| Provided records |
::::::

def _lattice(surface: _Surface, radius: float):
    """Lay hexagonal lattice points and map them back to masses (non-spinning).

    The lattice has covering radius ``radius``. A lattice point whose preimage lies in
    the region is kept; of the others, :func:`_edge_cover` keeps those the region's
    edge needs; a preimage beyond the equal-mass edge moves onto it.
    """
    from scipy.spatial import cKDTree

    edge = surface.edges(radius)
    lat = _centred_lattice(edge, radius)
    # preimages: Newton steps in (Mc^(-5/3), eta) from the nearest area-grid point
    _, start = cKDTree(surface.start_plane).query(lat, k=1)
    x = surface.start_params[:, start].copy()
    scale = np.array([surface.a_range[1] - surface.a_range[0], surface.eta_range[1] - surface.eta_range[0]])
    for _ in range(20):
        f = surface.to_plane(x[0], x[1]) - lat
        jac = np.empty((lat.shape[0], 2, 2))
        for k in range(2):
            dx = np.zeros_like(x)
            dx[k] = 1e-6 * scale[k]
            jac[:, :, k] = (surface.to_plane(*(x + dx)) - surface.to_plane(*(x - dx))) / (2e-6 * scale[k])
        det = jac[:, 0, 0] * jac[:, 1, 1] - jac[:, 0, 1] * jac[:, 1, 0]
        safe = np.abs(det) > 0
        d = np.where(safe, det, 1.0)
        step = np.stack([(jac[:, 1, 1] * f[:, 0] - jac[:, 0, 1] * f[:, 1]) / d,
                         (-jac[:, 1, 0] * f[:, 0] + jac[:, 0, 0] * f[:, 1]) / d])
        step = np.clip(np.where(safe, step, 0.0), -0.05 * scale[:, None], 0.05 * scale[:, None])
        x = x - step
        x[0] = np.clip(x[0], 0.5 * surface.a_range[0], 2.0 * surface.a_range[1])
        x[1] = np.clip(x[1], 0.5 * surface.eta_range[0], 0.25)  # beyond the equal-mass edge: onto it
    m1, m2 = _masses(x[0] ** (-0.6), x[1])
    # where the templates really are: a lattice point off the surface (beyond the
    # equal-mass fold, or past the region's range) lands on its edge instead
    pos = surface.to_plane(x[0], x[1])
    on_surface = np.hypot(*(pos - lat).T) <= 1e-3 * radius
    inside = surface.region.contains(m1, m2) & on_surface
    near_edge = cKDTree(edge).query(pos, k=1)[0] <= radius
    keep = inside | _edge_cover(pos, inside, near_edge, edge, radius)
    return m1[keep], m2[keep]


#: Polynomial degree of the centre line the lattice rows follow, and the bins of the
#: long axis the centre is measured in. The non-spinning surfaces are long, thin
#: and gently curved in their plane (1-3 Msun from 30 Hz: 1,400 long, 0.1-1.9 wide,
#: radius 0.17); degree 8 follows the centre to well under a radius.
CENTRE_DEGREE = 8
CENTRE_BINS = 400
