#[cfg(test)]
mod tests {
    use super::*;

    #[test]
    fn median_bias_matches_published_values() {
        // Exact E[median] of N unit exponentials (order statistics): shared REFERENCES item 8.
        let table = [
            (1, 1.0),
            (3, 0.833333),
            (5, 0.783333),
            (7, 0.759524),
            (9, 0.745635),
            (11, 0.736544),
        ];
        for (n, b) in table {
            assert!((median_bias(n) - b).abs() < 1e-6, "n={n}");
        }
        assert!((median_bias(4) - 0.833333).abs() < 1e-6);
        assert!((median_bias(100001) - std::f64::consts::LN_2).abs() < 1e-5);
    }

    #[test]
    fn welch_of_white_noise_is_flat() {
        // White noise of variance s^2 sampled at fs has one-sided PSD 2 s^2 / fs (common practice).
        let fs = 256.0;
        let mut state = 12345u64;
        let x: Vec<f64> = (0..65536)
            .map(|_| {
                // Sum of 12 uniforms minus 6: approximately unit Gaussian.
                (0..12)
                    .map(|_| {
                        state = state
                            .wrapping_mul(6364136223846793005)
                            .wrapping_add(1442695040888963407);
                        (state >> 11) as f64 / (1u64 << 53) as f64
                    })
                    .sum::<f64>()
                    - 6.0
            })
            .collect();
        let window: Vec<f64> = (0..256)
            .map(|i| 0.5 - 0.5 * (2.0 * std::f64::consts::PI * i as f64 / 256.0).cos())
            .collect();
        let psd = welch(&x, fs, 128, &window, false, Average::Mean).unwrap();
        let mid: f64 = psd[10..120].iter().sum::<f64>() / 110.0;
        assert!((mid / (2.0 / fs) - 1.0).abs() < 0.03, "{mid}");
    }

    /// Uniform draws in [0, 1) from a 64-bit LCG (Knuth's MMIX constants).
    fn uniforms(seed: u64, n: usize) -> Vec<f64> {
        let mut state = seed;
        (0..n)
            .map(|_| {
                state = state.wrapping_mul(6364136223846793005).wrapping_add(1442695040888963407);
                (state >> 11) as f64 / (1u64 << 53) as f64
            })
            .collect()
    }

    #[test]
    fn median_of_keys_is_the_sorted_middle() {
        // The median of a sorted list (common practice): the middle value, or the mean
        // of the two middle values for an even count.
        for n in [1usize, 2, 3, 4, 7, 8, 127, 128] {
            for seed in 0..5u64 {
                let mut v: Vec<f64> = uniforms(seed * 131 + n as u64, n)
                    .iter()
                    .map(|u| if *u < 0.2 { 0.0 } else { (u * 8.0).floor() * 1e-45 })
                    .collect();
                let mut keys: Vec<i64> = v.iter().map(|&x| total_order_key(x)).collect();
                v.sort_by(f64::total_cmp);
                let expected = if n % 2 == 1 { v[n / 2] } else { 0.5 * (v[n / 2 - 1] + v[n / 2]) };
                assert_eq!(median_of_keys(&mut keys), expected, "n={n} seed={seed}");
            }
        }
        for x in [0.0, -0.0, 1e-300, 5e-324, 1.0, -2.5, f64::INFINITY, f64::NEG_INFINITY] {
            assert_eq!(from_total_order_key(total_order_key(x)).to_bits(), x.to_bits());
        }
        let mut xs = [3.0, -1.0, 0.0, -0.0, f64::INFINITY, 1e-310];
        let mut keys: Vec<i64> = xs.iter().map(|&x| total_order_key(x)).collect();
        keys.sort();
        xs.sort_by(f64::total_cmp);
        let back: Vec<u64> = keys.iter().map(|&k| from_total_order_key(k).to_bits()).collect();
        assert_eq!(back, xs.iter().map(|x| x.to_bits()).collect::<Vec<_>>());
    }

    #[test]
    fn psd_to_grid_in_chunks_equals_one_walk() {
        // The parallel chunks start where a single walk from bin 0 would stand: compare
        // with that walk (linear interpolation, written out) across chunk boundaries,
        // on irregular nodes some of which fall on bins.
        let df = 0.25;
        let n_freq = 3 * GRID_CHUNK + 17;
        let mut freqs = vec![3.0];
        for (i, u) in uniforms(7, 4000).iter().enumerate() {
            let step = if i % 3 == 0 { 0.25 * (1.0 + (u * 8.0).floor()) } else { 0.1 + 7.0 * u };
            freqs.push(freqs.last().unwrap() + step);
        }
        let mut psd: Vec<f64> = uniforms(8, freqs.len()).iter().map(|u| 1e-46 * (0.5 + u)).collect();
        psd[100] = f64::INFINITY;
        let got = psd_to_grid(&freqs, &psd, df, n_freq);
        let last = freqs.len() - 1;
        let mut i = 0usize;
        for (k, &g) in got.iter().enumerate() {
            let f = k as f64 * df;
            let expected = if f < freqs[0] || f > freqs[last] {
                f64::INFINITY
            } else {
                while i < last && freqs[i + 1] <= f {
                    i += 1;
                }
                if freqs[i] == f {
                    psd[i]
                } else if psd[i].is_finite() && psd[i + 1].is_finite() {
                    let w = (f - freqs[i]) / (freqs[i + 1] - freqs[i]);
                    psd[i] + w * (psd[i + 1] - psd[i])
                } else {
                    f64::INFINITY
                }
            };
            assert_eq!(g.to_bits(), expected.to_bits(), "bin {k}");
        }
        assert!(got[GRID_CHUNK..].iter().any(|g| g.is_finite()));
    }

    #[test]
    fn psd_to_grid_interpolates_and_marks_outside() {
        let f = [1.0, 2.0, 4.0];
        let p = [1.0, 3.0, f64::INFINITY];
        let g = psd_to_grid(&f, &p, 0.5, 10);
        assert!(g[0].is_infinite() && g[1].is_infinite());
        assert_eq!(g[2], 1.0);
        assert_eq!(g[3], 2.0);
        assert_eq!(g[4], 3.0);
        assert!(g[5].is_infinite() && g[8].is_infinite() && g[9].is_infinite());
    }

    #[test]
    fn design_curve_minimum_matches_published_note() {
        // REFERENCES item 9 note: the early second-generation fit has min sqrt(S) = 1.8e-24 near 228 Hz.
        let c = DesignCurve::Gen2Early;
        let (fmin, smin) = (100..400)
            .map(|f| (f as f64, c.psd(f as f64)))
            .fold((0.0, f64::MAX), |a, b| if b.1 < a.1 { b } else { a });
        assert!((smin.sqrt() / 1.8e-24 - 1.0).abs() < 0.03);
        assert!((fmin - 228.0).abs() < 5.0);
        assert!(c.psd(5.0).is_infinite());
    }
}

::::::

Using the entries above, output exactly the lines between the line holding "(Knuth's MMIX constants)." and the line holding "or the mean", end lines included, and nothing more.

    /// Uniform draws in [0, 1) from a 64-bit LCG (Knuth's MMIX constants).
    fn uniforms(seed: u64, n: usize) -> Vec<f64> {
        let mut state = seed;
        (0..n)
            .map(|_| {
                state = state.wrapping_mul(6364136223846793005).wrapping_add(1442695040888963407);
                (state >> 11) as f64 / (1u64 << 53) as f64
            })
            .collect()
    }

    #[test]
    fn median_of_keys_is_the_sorted_middle() {
        // The median of a sorted list (common practice): the middle value, or the mean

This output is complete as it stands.